//! Time in the plant's own calendar: RFC 3339 text of instants in a unit's time zone, local
//! dates (one conversion per day through [`DayCache`]), and the shift pattern ([`Shift`]),
//! all across daylight-saving changes.

use jiff::civil::Time;
use jiff::tz::TimeZone;
use jiff::{Timestamp, ToSpan};

/// RFC 3339 time of an instant in a zone, e.g. `2026-12-01T10:05:00+00:00`.
pub fn rfc3339(ms: i64, tz: &TimeZone) -> String {
    match Timestamp::from_millisecond(ms) {
        Ok(ts) => ts.to_zoned_datetime(tz.clone()).strftime("%Y-%m-%dT%H:%M:%S%:z").to_string(),
        Err(_) => ms.to_string(),
    }
}

/// Local calendar date (YYYY-MM-DD) of the interval that ends at `end_ms` (an interval ending
/// at midnight belongs to the day before).
pub fn day_of(end_ms: i64, tz: &TimeZone) -> String {
    match Timestamp::from_millisecond(end_ms - 1) {
        Ok(ts) => ts.to_zoned_datetime(tz.clone()).strftime("%Y-%m-%d").to_string(),
        Err(_) => "invalid-date".into(),
    }
}

/// The local date of instants, cached for the day last asked about: one time-zone conversion
/// per day instead of one per record.
#[derive(Debug, Clone, Default)]
pub struct DayCache {
    /// `[start, end)` in ms of the cached day; empty when nothing is cached.
    span: (i64, i64),
    day: String,
    /// The UTC offset (s) when it is the same all day (a 24-hour day without a transition).
    offset_s: Option<i32>,
}

impl DayCache {
    /// Local calendar date (YYYY-MM-DD) of the instant `t_ms` (ms since the epoch).
    pub fn day_at(&mut self, t_ms: i64, tz: &TimeZone) -> &str {
        if !(self.span.0 <= t_ms && t_ms < self.span.1) {
            let zoned = Timestamp::from_millisecond(t_ms).map(|ts| ts.to_zoned_datetime(tz.clone()));
            match zoned {
                Ok(z) => {
                    self.day = z.strftime("%Y-%m-%d").to_string();
                    let start = z.start_of_day().map(|d| d.timestamp().as_millisecond());
                    let end =
                        z.tomorrow().and_then(|d| d.start_of_day()).map(|d| d.timestamp().as_millisecond());
                    // Without bounds, cache nothing: every call converts again.
                    self.span = match (start, end) {
                        (Ok(a), Ok(b)) if a <= t_ms && t_ms < b => (a, b),
                        _ => (0, 0),
                    };
                    let (a, b) = self.span;
                    let last_offset = Timestamp::from_millisecond(b - 1)
                        .map(|ts| ts.to_zoned_datetime(tz.clone()).offset().seconds());
                    self.offset_s = match last_offset {
                        Ok(o) if b - a == 86_400_000 && o == z.offset().seconds() => Some(o),
                        _ => None,
                    };
                }
                Err(_) => {
                    self.day = "invalid-date".into();
                    self.span = (0, 0);
                    self.offset_s = None;
                }
            }
        }
        &self.day
    }

    /// Append the RFC 3339 time of the instant `t_ms` (whole seconds, as [`rfc3339`] writes
    /// it) to `out`, from the cached day when its offset is fixed.
    pub fn rfc3339_into(&mut self, out: &mut String, t_ms: i64, tz: &TimeZone) {
        use std::fmt::Write as _;
        self.day_at(t_ms, tz);
        let Some(offset) = self.offset_s else {
            out.push_str(&rfc3339(t_ms, tz));
            return;
        };
        let secs = (t_ms - self.span.0).div_euclid(1000);
        let (h, m, sec) = (secs / 3600, secs / 60 % 60, secs % 60);
        let sign = if offset < 0 { '-' } else { '+' };
        let (oh, om) = (offset.unsigned_abs() / 3600, offset.unsigned_abs() / 60 % 60);
        // Digits by hand (this runs for every soft-tag row); the formatter for what is not two
        // digits.
        let two = |out: &mut String, v: i64| match u8::try_from(v) {
            Ok(v) if v < 100 => {
                out.push(char::from(b'0' + v / 10));
                out.push(char::from(b'0' + v % 10));
            }
            _ => {
                let _ = write!(out, "{v:02}");
            }
        };
        out.push_str(&self.day);
        out.push('T');
        two(out, h);
        out.push(':');
        two(out, m);
        out.push(':');
        two(out, sec);
        out.push(sign);
        two(out, i64::from(oh));
        out.push(':');
        two(out, i64::from(om));
    }

    /// Local date of the interval that ends at `end_ms` (see [`day_of`]).
    pub fn day_of_interval(&mut self, end_ms: i64, tz: &TimeZone) -> &str {
        self.day_at(end_ms - 1, tz)
    }
}

/// A shift: [start, end) in ms, with a label in local time.
#[derive(Debug, Clone, PartialEq, Eq)]
pub struct Shift {
    /// Start, ms.
    pub start_ms: i64,
    /// End, ms.
    pub end_ms: i64,
    /// Start of the shift before this one, ms (the same shift pattern).
    pub prev_start_ms: i64,
    /// E.g. `2026-11-20 06:00 to 14:00 (Europe/London)`.
    pub label: String,
    /// For file names, e.g. `20261120-0600`.
    pub slug: String,
}

/// Default shift starts (three 8-hour shifts).
pub const DEFAULT_SHIFTS: [&str; 3] = ["06:00", "14:00", "22:00"];

fn start_instants(day: jiff::civil::Date, starts: &[Time], tz: &TimeZone) -> Vec<i64> {
    starts
        .iter()
        .filter_map(|t| day.to_datetime(*t).to_zoned_datetime(tz.clone()).ok())
        .map(|z| z.timestamp().as_millisecond())
        .collect()
}

/// The shift containing instant `t_ms` (DST-aware: shift starts are local wall times, so a
/// night shift is 7 or 9 hours long on the nights the clocks change).
pub fn shift_containing(t_ms: i64, starts: &[Time], tz: &TimeZone) -> Option<Shift> {
    let ts = Timestamp::from_millisecond(t_ms).ok()?;
    let date = ts.to_zoned_datetime(tz.clone()).date();
    let mut all: Vec<i64> = Vec::new();
    for d in [-2i64, -1, 0, 1, 2] {
        let day = date.checked_add(d.days()).ok()?;
        all.extend(start_instants(day, starts, tz));
    }
    all.sort_unstable();
    all.dedup();
    let start = *all.iter().rev().find(|s| **s <= t_ms)?;
    let end = *all.iter().find(|s| **s > start)?;
    let prev_start = *all.iter().rev().find(|s| **s < start)?;
    let fmt = |ms: i64, f: &str| {
        Timestamp::from_millisecond(ms)
            .map(|t| t.to_zoned_datetime(tz.clone()).strftime(f).to_string())
            .unwrap_or_default()
    };
    Some(Shift {
        start_ms: start,
        end_ms: end,
        prev_start_ms: prev_start,
        label: format!(
            "{} to {} ({})",
            fmt(start, "%Y-%m-%d %H:%M"),
            fmt(end, "%H:%M"),
            tz.iana_name().unwrap_or("local time")
        ),
        slug: fmt(start, "%Y%m%d-%H%M"),
    })
}

/// The last shift that ended at or before `t_ms`.
pub fn last_completed(t_ms: i64, starts: &[Time], tz: &TimeZone) -> Option<Shift> {
    let cur = shift_containing(t_ms, starts, tz)?;
    shift_containing(cur.start_ms - 1, starts, tz)
}

/// Parse shift start times ("06:00"); the defaults when empty or invalid.
pub fn shift_starts(texts: &[String]) -> Vec<Time> {
    let parse = |s: &str| s.parse::<Time>().ok();
    let mut v: Vec<Time> = texts.iter().filter_map(|s| parse(s)).collect();
    if v.is_empty() {
        v = DEFAULT_SHIFTS.iter().filter_map(|s| parse(s)).collect();
    }
    v.sort();
    v
}

#[cfg(test)]
#[allow(clippy::unwrap_used)]
mod tests {
    use super::*;

    fn ms(s: &str) -> i64 {
        s.parse::<Timestamp>().unwrap().as_millisecond()
    }

    /// Source: IANA tz database, Europe/Berlin: clocks go forward at 02:00 on 2026-03-29 and
    /// back at 03:00 on 2026-10-25, so the 22:00-06:00 night shift lasts 7 h and 9 h.
    #[test]
    fn night_shifts_across_daylight_saving_changes() {
        let tz = TimeZone::get("Europe/Berlin").unwrap();
        let starts = shift_starts(&[]);
        let spring = shift_containing(ms("2026-03-29T01:30:00Z"), &starts, &tz).unwrap();
        assert_eq!((spring.end_ms - spring.start_ms) / 3_600_000, 7, "{spring:?}");
        let autumn = shift_containing(ms("2026-10-25T02:30:00Z"), &starts, &tz).unwrap();
        assert_eq!((autumn.end_ms - autumn.start_ms) / 3_600_000, 9, "{autumn:?}");
        let day = shift_containing(ms("2026-11-20T10:00:00Z"), &starts, &tz).unwrap();
        assert_eq!(day.label, "2026-11-20 06:00 to 14:00 (Europe/Berlin)");
        let last = last_completed(ms("2026-11-20T10:00:00Z"), &starts, &tz).unwrap();
        assert_eq!(last.end_ms, day.start_ms);
    }

    /// The previous shift follows the site's own pattern (two 12-hour shifts here), not the
    /// default three.
    #[test]
    fn the_previous_shift_uses_the_configured_pattern() {
        let tz = TimeZone::get("Europe/London").unwrap();
        let starts = shift_starts(&["07:00".into(), "19:00".into()]);
        let day = shift_containing(ms("2026-11-20T10:00:00Z"), &starts, &tz).unwrap();
        assert_eq!(day.start_ms, ms("2026-11-20T07:00:00Z"));
        assert_eq!(day.prev_start_ms, ms("2026-11-19T19:00:00Z"));
        let last = last_completed(ms("2026-11-20T10:00:00Z"), &starts, &tz).unwrap();
        assert_eq!(last.start_ms, day.prev_start_ms);
    }

    #[test]
    fn every_instant_belongs_to_exactly_one_shift() {
        let tz = TimeZone::get("Europe/London").unwrap();
        let starts = shift_starts(&["07:00".into(), "19:00".into()]);
        let mut t = ms("2026-10-24T00:00:00Z");
        while t < ms("2026-10-27T00:00:00Z") {
            let s = shift_containing(t, &starts, &tz).unwrap();
            assert!(s.start_ms <= t && t < s.end_ms);
            let next = shift_containing(s.end_ms, &starts, &tz).unwrap();
            assert_eq!(next.start_ms, s.end_ms);
            t += 17 * 60_000;
        }
    }

    #[test]
    fn days_in_the_unit_time_zone() {
        let tz = TimeZone::get("Europe/Berlin").unwrap();
        let midnight = "2026-12-01T23:00:00Z".parse::<Timestamp>().unwrap().as_millisecond();
        assert_eq!(day_of(midnight, &tz), "2026-12-01", "the interval ending at local midnight");
        assert_eq!(rfc3339(midnight, &tz), "2026-12-02T00:00:00+01:00");
    }

    /// The cached date equals the direct conversion for every 7-minute instant over the
    /// spring-forward (23 h) and fall-back (25 h) days, walked forward and then backward.
    #[test]
    fn the_day_cache_agrees_with_the_direct_conversion_across_dst() {
        let tz = TimeZone::get("Europe/Berlin").unwrap();
        let mut cache = DayCache::default();
        for (from, to) in [
            ("2026-03-27T00:00:00Z", "2026-03-31T00:00:00Z"),
            ("2026-10-23T00:00:00Z", "2026-10-27T00:00:00Z"),
        ] {
            let a = from.parse::<Timestamp>().unwrap().as_millisecond();
            let b = to.parse::<Timestamp>().unwrap().as_millisecond();
            let steps: Vec<i64> = (a..b).step_by(7 * 60_000).collect();
            for &t in steps.iter().chain(steps.iter().rev()) {
                assert_eq!(cache.day_at(t, &tz), day_of(t + 1, &tz), "{t}");
                assert_eq!(cache.day_of_interval(t, &tz), day_of(t, &tz), "{t}");
            }
        }
    }

    /// The cached RFC 3339 times equal the direct formatting: fixed-offset days, both DST days
    /// (where the cache falls back), a half-hour negative offset, UTC, and instants with
    /// milliseconds (truncated to the second, as the formatter does).
    #[test]
    fn cached_rfc3339_times_agree_with_the_formatter() {
        for zone in ["Europe/Berlin", "America/St_Johns", "UTC"] {
            let tz = TimeZone::get(zone).unwrap();
            let mut cache = DayCache::default();
            for (from, to) in [
                ("2026-03-07T00:00:00Z", "2026-03-10T00:00:00Z"),
                ("2026-03-27T00:00:00Z", "2026-03-31T00:00:00Z"),
                ("2026-10-30T00:00:00Z", "2026-11-03T00:00:00Z"),
            ] {
                let a = from.parse::<Timestamp>().unwrap().as_millisecond();
                let b = to.parse::<Timestamp>().unwrap().as_millisecond();
                for t in (a..b).step_by(7 * 60_000 + 1) {
                    let mut out = String::new();
                    cache.rfc3339_into(&mut out, t, &tz);
                    assert_eq!(out, rfc3339(t, &tz), "{zone} {t}");
                }
            }
        }
    }
}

### Exercise instructions:
The lines above, from the first through the one containing "use jiff::tz::TimeZone;", must be restated word for word, with nothing added.

### Answer to this exercise:
//! Time in the plant's own calendar: RFC 3339 text of instants in a unit's time zone, local
//! dates (one conversion per day through [`DayCache`]), and the shift pattern ([`Shift`]),
//! all across daylight-saving changes.

use jiff::civil::Time;
use jiff::tz::TimeZone;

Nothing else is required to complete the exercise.